Undaunted, on the day after this decision Annesley caveated in his own name claiming a purchaser’s lien.   The Titles Office had a copy of the court order but accepted the caveat albeit apparently issuing a requisition requiring Annesley to establish within 14 days that he had the court’s leave.   On an application for removal if this caveat Land Use Victoria argued that it had justifiably given Annesley ‘the benefit of the doubt’, the Registrar having a duty to accept a caveat for lodgment.   Ginnane J:

  1. Held this practice of giving the benefit of the doubt inappropriate for caveators whose previous caveats had been removed or had lapsed or were now subject to injunction. The Registrar’s statutory obligations included giving effect to directions of the Supreme Court (TLA s. 103).
  2. Permanently enjoined Annesley from lodging caveats in respect of the property, with indemnity costs.
  3. Enjoined the Registrar of Titles so that must forthwith reject and not record any caveat by Annesley over the property.

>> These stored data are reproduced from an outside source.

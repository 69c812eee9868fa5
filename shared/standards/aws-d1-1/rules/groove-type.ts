/** Row 31: another groove type; a complete-penetration test covers every detail that meets the prequalified dimensions. */
import { namedRule } from '../../common/rule-kinds.ts'
import { fieldWords } from '../../common/lacking.ts'
import { list, names } from '../../common/wording.ts'
import type { Rule } from '../../rule.ts'
import { asksGroove } from '../groove-measure.ts'
import { meta } from '../meta.ts'
import { matchDetail } from '../prequalified/match-detail.ts'
import { testKind } from '../ranges.ts'

const type = namedRule({
  meta: meta('groove_type'),
  field: 'joint.groove',
  at: 'weld',
  label: 'groove type',
  applies: asksGroove,
  asked: (context) => (context.procedure.joint.groove ? [context.procedure.joint.groove] : null),
  tested: (_context, side) => (side.variables.joint.weld === 'fillet' ? undefined : side.variables.joint.groove),
  because: 'A complete-penetration test covers every groove detail that meets the prequalified dimensions, else its own type.',
  setValue: (name) => name,
})

export const grooveType: Rule = {
  ...type,
  check(context, sides, joined) {
    const judged = type.check(context, sides, joined)
    if (judged?.verdict !== 'outside' || !context.block || !sides.some((side) => testKind(side.variables) === 'complete')) return judged
    const match = matchDetail(context.procedure, context.block, context.system)
    const complete = names(sides.filter((side) => testKind(side.variables) === 'complete'))
    if (match.fits === 'yes' && match.detail) return { ...judged, verdict: 'within', sentence: `The groove meets the prequalified dimensions of ${match.detail.code}, so the complete-penetration test of ${complete} covers it.`, basis: match.detail.basis === 'read' ? 'secondary' : match.detail.basis, fixes: [] }
    const why = match.misses.length > 0 ? `it does not fit the nearest detail kept here: ${list(match.misses.map(({ sentence }) => sentence))}` : match.lacking.length > 0 ? `the draft leaves open ${list(match.lacking.map((path) => `the ${fieldWords(path)}`))}` : 'no detail for such a groove is kept here'
    return { ...judged, verdict: 'cannot-tell', sentence: `The groove type is not that of ${complete}, which covers another type only where its detail meets the prequalified dimensions; ${why}.`, missing: match.lacking.length > 0 ? match.lacking.map((field) => `procedure: ${field}`) : ['a prequalified detail that the groove meets'] }
  },
}
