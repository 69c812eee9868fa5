/** Row 36: the least interpass temperature may fall by 15 °C (25 °F), with GTAW by 55 °C (100 °F). */
import type { UnitSystem } from '../../../units/types.ts'
import { figureOrNull } from '../../common/reading.ts'
import type { CouponSide } from '../../rule.ts'
import { lowestTemperature } from '../temperature-rule.ts'

/** The lowest interpass temperature of the run sheet, else the preheat that was kept. */
function lowestInterpass(side: CouponSide, system: UnitSystem): number | null {
  const rows = side.coupon.content.runSheet.filter((row) => row.processId === side.block?.id).flatMap((row) => figureOrNull(row.interpass, 'temperature', system) ?? [])
  return rows.length > 0 ? Math.min(...rows) : figureOrNull(side.variables.preheat.minimum, 'temperature', system)
}

/** The standard sets one minimum for preheat and interpass: the procedure's minimum is compared with the lowest that the test had between passes. */
export const interpassMinimum = lowestTemperature('interpass_min', 'minimum interpass temperature', lowestInterpass)
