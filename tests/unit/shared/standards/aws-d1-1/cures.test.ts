/** A cure must cure: set fixes applied to the draft leave the finding no longer outside, and a wider coupon never loses. */
import fc from 'fast-check'
import { describe, expect, test } from 'vitest'
import type { Finding } from '@shared/schemas/assessment.ts'
import type { ProcedureContent, WeldingVariables } from '@shared/schemas/welding.ts'
import { interval, quantity } from '@shared/units/convert.ts'
import { coupon, finding, first, judge, pair, procedure, type Arc } from './records.ts'

type Change = (v: WeldingVariables) => void

/** The draft with every set fix of a finding applied. */
function cured(wps: ProcedureContent, { fixes }: Finding): ProcedureContent {
  const copy = structuredClone(wps)
  for (const fix of fixes) {
    if (fix.kind !== 'set') continue
    const path = fix.field.split('.')
    const last = path.pop() ?? ''
    const parent = path.reduce<Record<string, unknown>>((at, key) => at[key] as Record<string, unknown>, copy.variables as unknown as Record<string, unknown>)
    parent[last] = structuredClone(fix.value)
  }
  return copy
}

const ARCS: readonly Arc[] = ['SMAW', 'SAW', 'GMAW', 'FCAW', 'GTAW']
const number = (min: number, max: number) => fc.integer({ min: min * 10, max: max * 10 }).map((tenths) => tenths / 10)
const span = (low: number, high: number) => fc.tuple(number(low, high), number(low, high)).map(([a, b]) => [Math.min(a, b), Math.max(a, b)] as const)

/** Drafts that stray in one or several figures at once; the coupon stays as it is. */
const stray: fc.Arbitrary<Change> = fc
  .record({
    thickness: fc.option(span(2, 90)), second: fc.option(span(2, 90)), current: fc.option(span(60, 500)), pass: fc.option(span(60, 500)), voltage: fc.option(span(10, 50)), wireFeed: fc.option(span(2, 20)), travelSpeed: fc.option(span(50, 900)), flow: fc.option(span(2, 60)),
    opening: fc.option(span(0, 12)), face: fc.option(span(0, 9)), angle: fc.option(span(10, 90)), preheat: fc.option(number(-20, 200)), interpass: fc.option(number(50, 400)), heat: fc.option(number(0.2, 5)), diameter: fc.option(number(1, 8)), deposit: fc.option(span(1, 60)), leg: fc.option(span(1, 25)),
    current_: fc.option(fc.constantFrom('AC' as const, 'DCEN' as const)), transfer: fc.option(fc.constantFrom('short-circuiting' as const, 'globular' as const, 'pulsed-spray' as const)), partial: fc.boolean(),
  })
  .map((given): Change => (v) => {
    const block = first(v)
    const { electrical } = block
    const set = (pair: readonly [number, number] | null, dimension: Parameters<typeof interval>[2], put: (value: ReturnType<typeof interval>) => void): void => { if (pair) put(interval(pair[0], pair[1], dimension)) }
    set(given.thickness, 'length', (value) => { v.thickness = value })
    set(given.second, 'length', (value) => { v.thicknessB = value })
    set(given.current, 'current', (value) => { electrical.current = value })
    set(given.pass, 'current', (value) => { block.passes = [{ number: '1', layer: 'fill', fillerDiameter: null, current: value, voltage: null, wireFeed: null, travelSpeed: null }] })
    set(given.voltage, 'voltage', (value) => { electrical.voltage = value })
    set(given.wireFeed, 'wireFeed', (value) => { electrical.wireFeed = value })
    set(given.travelSpeed, 'travelSpeed', (value) => { electrical.travelSpeed = value })
    set(given.flow, 'gasFlow', (value) => { if (block.shieldingGas) block.shieldingGas.flow = value })
    set(given.opening, 'length', (value) => { v.joint.rootOpening = value })
    set(given.face, 'length', (value) => { v.joint.rootFace = value })
    set(given.angle, 'angle', (value) => { v.joint.includedAngle = value })
    set(given.deposit, 'length', (value) => { block.depositThickness = value })
    if (given.leg) { Object.assign(v.joint, { weld: 'fillet', type: 'tee', groove: null, filletLeg: interval(given.leg[0], given.leg[1], 'length') }); block.positions = ['2F']; block.technique.passesPerSide = 'single' }
    if (given.partial) v.joint.penetration = 'partial'
    if (given.preheat !== null) v.preheat.minimum = quantity(given.preheat, 'temperature')
    if (given.interpass !== null) v.preheat.interpassMaximum = quantity(given.interpass, 'temperature')
    if (given.heat !== null) electrical.heatInput = interval(null, given.heat, 'heatInput')
    if (given.diameter !== null) block.filler.diameters = [quantity(given.diameter, 'length')]
    if (given.current_) electrical.currentType = given.current_
    if (given.transfer && block.process === 'GMAW') electrical.transferMode = given.transfer
  })

describe('cures', () => {
  test.each(['test', 'prequalified'] as const)('what the set fixes give is no longer outside: %s', (route) => {
    let offered = 0
    fc.assert(fc.property(fc.constantFrom(...ARCS), fc.constantFrom<'SI' | 'US'>('SI', 'US'), stray, (process, system, change) => {
      const given = { processes: [process], system, toughness: true }
      const tested = coupon(given)
      const wps = procedure({ ...given, change })
      for (const found of judge(wps, [tested], '2020', route).findings) {
        if (found.verdict !== 'outside' || !found.fixes.some(({ kind }) => kind === 'set')) continue
        offered += 1
        const after = judge(cured(wps, found), [tested], '2020', route).findings.find(({ ruleId, processId }) => ruleId === found.ruleId && processId === found.processId)
        expect(after?.verdict === 'outside' ? `${found.ruleId}: ${found.sentence} → ${after.sentence} (${JSON.stringify(found.fixes)})` : 'cured').toBe('cured')
      }
    }), { numRuns: 150 })
    expect(offered).toBeGreaterThan(50)
  }, 120_000)
})

describe('a wider coupon', () => {
  test.each([
    ['thickness', 'thickness', (v: WeldingVariables, x: number) => { v.thickness = interval(x, undefined, 'length') }, 3, 120],
    ['diameter of a large pipe', 'filler-diameter', (v: WeldingVariables, x: number) => { first(v).filler.diameters = [quantity(x, 'length')] }, 1, 8],
  ] as const)('of more %s never turns within into outside above it', (_name, rule, put, low, high) => {
    fc.assert(fc.property(number(low, high), number(low, high), number(low, high), (a, b, asked) => {
      const of = (x: number) => finding(pair({ positions: ['1G'] }, (v) => put(v, x), (v) => put(v, asked)), rule).verdict
      expect(of(Math.min(a, b)) === 'within' && of(Math.max(a, b)) === 'outside').toBe(false)
    }), { numRuns: 80 })
  })
  test('lower preheat and higher interpass of the test never lose', () => {
    const degrees = fc.integer({ min: 0, max: 300 })
    fc.assert(fc.property(degrees, degrees, degrees, (a, b, asked) => {
      const preheat = (x: number) => finding(pair({}, (v) => { v.preheat.minimum = quantity(x, 'temperature') }, (v) => { v.preheat.minimum = quantity(asked, 'temperature') }), 'preheat').verdict
      const interpass = (x: number) => finding(pair({ toughness: true }, (v) => { v.preheat.interpassMaximum = quantity(x, 'temperature') }, (v) => { v.preheat.interpassMaximum = quantity(asked, 'temperature') }), 'cvn-interpass').verdict
      expect(preheat(Math.max(a, b)) === 'within' && preheat(Math.min(a, b)) === 'outside').toBe(false)
      expect(interpass(Math.min(a, b)) === 'within' && interpass(Math.max(a, b)) === 'outside').toBe(false)
    }), { numRuns: 80 })
  })
})

describe('the unit in which a figure was typed', () => {
  test('never changes a verdict at the boundary', () => {
    const inch = (rule: string, tested: Change, put: (v: WeldingVariables, value: number, unit: string) => void, value: number): void => {
      const [inches, metric] = [[value, 'in'], [value * 25.4, 'mm']].map(([figure, unit]) => finding(pair({ system: 'US' }, tested, (v) => put(v, Number(figure), String(unit))), rule).verdict)
      expect(metric, `${rule} ${value}`).toBe(inches)
    }
    for (const value of [0.125, 0.375, 0.5, 0.75, 1, 1.5, 1.501]) inch('thickness', (v) => { v.thickness = interval(0.75, undefined, 'length', 'in') }, (v, x, unit) => { v.thickness = interval(x, undefined, 'length', unit) }, value)
    for (const value of [0.1875, 0.186, 0.25]) inch('root-opening', () => undefined, (v, x, unit) => { v.joint.rootOpening = interval(x, undefined, 'length', unit) }, value)
    const heat = (unit: string, value: number) => finding(pair({ system: 'US' }, (v) => { v.preheat.minimum = quantity(200, 'temperature', '°F') }, (v) => { v.preheat.minimum = quantity(value, 'temperature', unit) }), 'preheat').verdict
    expect([heat('°F', 175), heat('°C', (175 - 32) / 1.8)]).toEqual(['within', 'within'])
  })
})
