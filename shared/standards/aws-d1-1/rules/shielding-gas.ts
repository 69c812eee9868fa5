/** Row 19: another gas, mixture, nominal percentage or no gas. */
import { gasRule } from '../gas-rule.ts'

export const shieldingGas = gasRule('shielding_gas')
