/** Row 10: nominal diameter of electrode or wire, with a figure of its own for each process. */
import { closed, containsValue, nearest, numericRange, UNLIMITED, unknownNumeric } from '../../../ranges/numeric.ts'
import type { Segment } from '../../../schemas/assessment.ts'
import { quantity } from '../../../units/convert.ts'
import type { UnitSystem } from '../../../units/types.ts'
import { tidy, unitOf } from '../../common/reading.ts'
import { pathOf } from '../../common/rule-kinds.ts'
import { capital, couponLacks, list, names, notStated, show, showRange, verb } from '../../common/wording.ts'
import type { CouponSide, Rule } from '../../rule.ts'
import { nominalDiameters } from '../fillers.ts'
import { meta } from '../meta.ts'

/** Printed steps: larger SMAW electrode; other GTAW rod. */
const STEP = { SI: { SMAW: 0.8, GTAW: 1.6 }, US: { SMAW: 1 / 32, GTAW: 1 / 16 } } as const
const LABEL = 'electrode diameter'

/** Sizes that one tested size covers, and the figure in words. */
function covered(side: CouponSide, d: number, system: UnitSystem): { segment: Segment; words: string } {
  const unit = unitOf('length', system)
  const { SMAW, GTAW } = STEP[system]
  switch (side.block?.process) {
    case 'SMAW': return { segment: { lower: UNLIMITED, upper: closed(tidy(d + SMAW)) }, words: `up to ${show(SMAW, unit)} larger` }
    case 'GTAW': return { segment: { lower: closed(tidy(Math.max(0, d - GTAW))), upper: closed(tidy(d + GTAW)) }, words: `up to ${show(GTAW, unit)} larger or smaller` }
    case 'GMAW': return { segment: { lower: closed(d), upper: closed(d) }, words: 'no other size' }
    default: return side.block?.process === 'SAW' && side.block.filler.fluxType === 'alloy'
      ? { segment: { lower: closed(d), upper: closed(d) }, words: 'no other size, because the flux is an alloy flux' }
      : { segment: { lower: UNLIMITED, upper: closed(d) }, words: 'no larger size' }
  }
}

export const fillerDiameter: Rule = {
  meta: meta('filler_diameter'),
  field: 'filler.diameters',
  at: 'block',
  label: capital(LABEL),
  applies: (context) => context.block?.filler.added !== false,
  range(context, side) {
    const { system } = context
    const unit = unitOf('length', system)
    const had = nominalDiameters(side.block, system)
    if (side.block?.filler.added === false) return null
    if (had.length === 0) return { range: unknownNumeric('length', unit), tested: null, reason: `${side.coupon.number} records no diameter.`, missing: [`${side.coupon.number}: filler.diameters`] }
    const parts = had.map((d) => covered(side, d, system))
    return { range: numericRange('length', unit, parts.map(({ segment }) => segment)), tested: Math.max(...had), reason: `${list(had.map((d) => show(d, unit)))} ${had.length > 1 ? 'were' : 'was'} used: ${parts[0]?.words ?? ''}.` }
  },
  check(context, sides, joined) {
    if (context.block?.filler.added === false) return null
    const { system } = context
    const unit = unitOf('length', system)
    const field = pathOf(context, { at: 'block', field: 'filler.diameters' })
    const asked = nominalDiameters(context.block, system)
    if (asked.length === 0) return notStated(LABEL, field, { range: joined })
    if (joined?.type !== 'numeric') return null
    const interval = { min: Math.min(...asked), max: Math.max(...asked) }
    const verdicts = asked.map((d) => containsValue(joined, d))
    const shown = list(asked.map((d) => show(d, unit)))
    if (verdicts.every((verdict) => verdict === 'within')) return { verdict: 'within', sentence: `${capital(LABEL)} ${shown} is covered by ${names(sides)}.`, asked: interval, range: joined }
    const wrong = asked.flatMap((d, i) => (verdicts[i] === 'outside' ? [{ d, i }] : []))
    if (wrong.length === 0) return couponLacks(LABEL, 'filler.diameters', sides, interval, joined)
    const fixes = wrong.flatMap(({ d, i }) => {
      const better = nearest(joined, d)
      return better === null ? [] : [{ kind: 'set' as const, label: `Set the electrode diameter to ${show(better, unit)}`, field: `${field}.${i}`, value: quantity(better, 'length', unit) }]
    })
    return {
      verdict: 'outside',
      sentence: `${capital(LABEL)} ${list(wrong.map(({ d }) => show(d, unit)))} is not covered: ${names(sides)} ${verb(sides, 'qualifies', 'qualify')} ${showRange(joined)}.`,
      asked: interval,
      range: joined,
      fixes: [...fixes, { kind: 'plan-coupon', label: 'Weld a coupon with that size', requirement: `A coupon welded with ${list(wrong.map(({ d }) => show(d, unit)))}.` }],
      reasoning: [`Covered: ${showRange(joined)}. Asked: ${shown}.`],
    }
  },
}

Commentary: This case is a rare case of the Registrar registering a caveat after an injunction was granted.  Otherwise, it succeeds previous cases such as where: the court orders the Registrar not to register any caveat without its leave or further order (Westpac Banking Corporation v Chilver [2008] VSC 587), or any caveat by any person other than a purchaser from the successful plaintiff without its leave for a certain period (Lettieri v Gajic [2008] VSC 378) or enjoins the lodging of further caveats (Marchesi v Vasiliou [2009] VSC 213; Wells v Rouse & Ors [2015] VSC 533).